Antibodies
Introduction to Antibodies
Antibodies are proteins made by B cells of the immune system in response to an immune challenge. They can be defined as an immunoglobulin (Ig) capable of interacting specifically with the antigen that caused its formation. This antigen is usually a high molecular weight polypeptide or polysaccharide, but other molecules such as lipids or nucleic acids can also function as an antigen. Smaller molecules (termed haptens) can also serve as antigens if they are coupled to a larger carrier protein such as BSA.
The basic structural unit of an antibody molecule consists of 4 polypeptides: 2 identical light chains (L) and 2 identical heavy chains (H). The light chains fall into either the "kappa" (κ) or "lambda" (λ) class, while the heavy chains are classified as "alpha" (α), "gamma" (γ), "delta" (δ), "epsilon" (ε), and "mu" (μ), corresponding to the IgA, IgG, IgD, IgE, and IgM classes of antibodies, respectively.
Each class of antibodies possess distinctive biological properties and are expressed at different places and times. In addition, several classes can be further divided into subclasses. IgM molecules are the main antibody produced in the primary immune response. These molecules form pentameric structures which efficiently activate the complement system of the immune system. IgG antibodies constitute the major class of immunoglobulin in the blood and are produced mainly during the secondary immune response. After binding to their antigen, these molecules bind to specific receptors of phagocytic cells, increasing the efficiency with which these cells ingest and destroy the microorganisms that produced the antigen in question. IgA molecules are found primarily in secreted fluids, and the IgE is thought to be involved in allergic reactions. The role of IgD antibodies is largely unknown.

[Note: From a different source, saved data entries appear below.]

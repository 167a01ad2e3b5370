//! The inputs: as the file states them, in SI as used, and where each comes from.
use super::value::{Block, Cell, Column, Kind, Row, Section, Table, column, exact};
use crate::quantity::{Dimension, Measure, Shape, format_unit};
use crate::scenario::{
    AnchorKind, DampingLaw, FIELDS, Field, LineKind, Need, Places, Scenario, StretchLaw, inputs, places,
};
use crate::sheet::Report;
use crate::sheet::json::si_unit;

const STATED: &[Column] = &[
    column("label", "input", Kind::Name),
    column("path", "path", Kind::Formula),
    column("stated", "as stated", Kind::Words),
    column("low", "low", Kind::Number),
    column("typical", "typical", Kind::Number),
    column("high", "high", Kind::Number),
    column("used", "used, SI", Kind::Number),
    column("from", "from", Kind::Words),
];
const ABSENT: &[Column] = &[
    column("label", "input", Kind::Name),
    column("path", "path", Kind::Formula),
    column("means", "not stated, which means", Kind::Words),
];
const PAIRS: &[Column] = &[column("length", "length", Kind::Number), column("force", "force", Kind::Number)];

/// The section of the inputs; `text` is the file's.
pub fn section(report: &Report, text: &str) -> Section {
    let found = places(text);
    let own = report.scenario.limits.own.iter().map(|limit| (format!("limits.{}", limit.key), limit.value));
    let numeric: Vec<(String, Measure)> =
        inputs(&report.scenario).into_iter().map(|input| (input.path, input.measure)).chain(own).collect();
    let scenario = &report.scenario;
    let counts =
        [("obstacle", scenario.obstacles.len()), ("face", scenario.faces.len()), ("accept", scenario.accepted.len())];
    let fields: Vec<(String, &Field)> = FIELDS.iter().flat_map(|f| concrete(f, &counts)).collect();
    let source = Source { text, places: &found };
    let stated = fields.iter().filter_map(|(path, field)| source.row(path, field, &numeric)).collect();
    let absent = fields.iter().filter_map(|(path, field)| source.absent(path, field, &report.scenario)).collect();
    let mut blocks = vec![
        Block::words(
            "The file's own words and units; typical is what is solved, low and high are the ends of its band. Used is \
             the typical value in SI. From says the line of the file, or default where the file is silent.",
        ),
        table("inputs", "inputs", STATED, stated),
    ];
    blocks.extend(pairs(&report.scenario));
    blocks.push(table("defaults", "inputs that the file does not state", ABSENT, absent));
    Section::new("inputs", "Inputs", blocks)
}

fn table(id: &str, caption: &str, columns: &'static [Column], rows: Vec<Row>) -> Block {
    Block::Table(Table { id: id.to_owned(), caption: caption.to_owned(), columns, rows })
}

/// A field under each of its concrete paths.
fn concrete<'f>(field: &'f Field, counts: &[(&str, usize)]) -> Vec<(String, &'f Field)> {
    let list = counts.iter().find(|(name, _)| field.path.starts_with(&format!("{name}.")));
    match list.filter(|_| field.path.contains('*')) {
        Some((_, count)) => (1..=*count).map(|n| (field.path.replace('*', &n.to_string()), field)).collect(),
        None => vec![(field.path.to_owned(), field)],
    }
}

struct Source<'a> {
    text: &'a str,
    places: &'a Places,
}

impl Source<'_> {
    /// The value of a key as it stands in the file, without quotes, and its line.
    fn stated(&self, path: &str) -> Option<(String, usize)> {
        let span = self.places.exactly(path)?;
        let line = self.text.get(..span.start)?.matches('\n').count() + 1;
        let raw = self.text.get(span)?.trim();
        Some((raw.trim_matches('"').trim_matches('\'').split_whitespace().collect::<Vec<_>>().join(" "), line))
    }

    fn row(&self, path: &str, field: &Field, numeric: &[(String, Measure)]) -> Option<Row> {
        let input = numeric.iter().find(|(known, _)| known == path).map(|(_, measure)| measure);
        let stated = self.stated(path);
        if stated.is_none() && input.is_none() {
            return None;
        }
        let (words, from) = match stated {
            Some((words, line)) => (words, format!("line {line}")),
            None => ("-".to_owned(), "default".to_owned()),
        };
        let words = if field.columns.is_some() { "table below".to_owned() } else { words };
        let mut cells = vec![Cell::words(field.label), Cell::words(path), Cell::words(&words)];
        match input {
            Some(measure) => cells.extend(band_cells(measure)),
            None => cells.extend([Cell::none(), Cell::none(), Cell::none(), Cell::none()]),
        }
        cells.push(Cell::words(&from));
        Some(Row::new(cells))
    }

    fn absent(&self, path: &str, field: &Field, scenario: &Scenario) -> Option<Row> {
        let Need::Default(means) = field.need else { return None };
        let section = path.rsplit_once('.').map_or("", |(section, _)| section);
        let there = section.is_empty() || self.places.exactly(section).is_some();
        if self.places.exactly(path).is_some() || !there || !matters(path, scenario) {
            return None;
        }
        Some(Row::new(vec![Cell::words(field.label), Cell::words(path), Cell::words(means)]))
    }
}

/// Whether the absence of a key says anything about this scenario.
fn matters(path: &str, scenario: &Scenario) -> bool {
    match path {
        "gravity" | "title" | "notes" => false,
        "line.damping" | "line.damping_ratio" => {
            path == "line.damping" && matches!(scenario.line.damping, DampingLaw::None)
        }
        "line.grab_slide" => scenario.line.kind == LineKind::Vertical,
        "line.slack" | "line.lock_travel" => scenario.line.kind == LineKind::Retractable,
        "anchor.damping" | "anchor.stiffness" => matches!(scenario.anchor.kind, AnchorKind::Sprung(_)),
        path => !path.starts_with("limits.") && !path.starts_with("study"),
    }
}

fn band_cells(measure: &Measure) -> [Cell; 4] {
    let band = measure.band;
    let unit = si_unit(measure.dimension());
    let shown = |value: f64| Cell::shown(format_unit(value, measure.unit), value, unit);
    let used = if unit == "1" { exact(band.typical) } else { format!("{} {unit}", exact(band.typical)) };
    let used = Cell::shown(used, band.typical, unit);
    if !band.is_wide() {
        return [Cell::none(), shown(band.typical), Cell::none(), used];
    }
    let shape = match band.shape {
        Shape::Uniform => "",
        Shape::Triangular => ", triangular",
        Shape::Normal => ", normal",
    };
    let mut high = shown(band.high);
    high.words.push_str(shape);
    [shown(band.low), shown(band.typical), high, used]
}

/// The tables of the file.
fn pairs(scenario: &Scenario) -> Vec<Block> {
    let rows = |list: &[(f64, f64)]| {
        let cell = |value: f64, dimension| {
            let unit = si_unit(dimension);
            Cell::shown(format!("{} {unit}", exact(value)), value, unit)
        };
        list.iter().map(|&(x, f)| Row::new(vec![cell(x, Dimension::Length), cell(f, Dimension::Force)])).collect()
    };
    let mut blocks = Vec::new();
    if let StretchLaw::Curve(list) = &scenario.line.stretch {
        blocks.push(table("line_curve", "force over elongation of the line (`line.curve`)", PAIRS, rows(list)));
    }
    if let Some(list) = scenario.absorber.as_ref().and_then(|a| a.force_table.as_ref()) {
        let caption = "force over deployed length of the absorber (`absorber.force_table`)";
        blocks.push(table("absorber_force", caption, PAIRS, rows(list)));
    }
    blocks
}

The 4 antibody chains are held together by a combination of noncovalent interactions and covalent bonds (disulfide linkages) in such a way that they form a Y-shaped molecule. The 2 antigen binding sites are at the a-terminus of the light and heavy chains at the ends of the "arms" of the "Y". Mild digestion of the IgG antibody with the proteolytic enzyme papain will cleave molecule into the 2 antigen binding regions (termed F(ab)) and the base of the "Y" (termed Fc). It is the Fc region of the antibody that is recognized by specific macrophage receptors during the immune response.
In the laboratory, antibodies are often classified as polyclonal or monoclonal. Polyclonal antibodies are a heterogeneous population of antibodies that recognize multiple regions (termed epitopes) of the same antigen. These antibodies often give a more robust response but are more likely to cross-react with similar proteins. Monoclonal refers to the fact that the antibodies are produced from a single clone and recognize the exact same epitope of the antigen. These molecules are usually very specific, but are more sensitive to loss of an epitope through modification of the antigen.
The ability of antibodies to recognize specific proteins is useful in many different laboratory procedures such as immunoblotting (Western Blots), FACS, immunohistochemistry (IHC), and ELISAs. Generally, these procedures use 2 different antibodies: the primary, which recognizes the protein in question, and the secondary antibody, which is specific for antibodies from the organism that generated the primary antibody. The secondary antibody is usually linked to either a chemical or enzyme to amplify the resulting signal.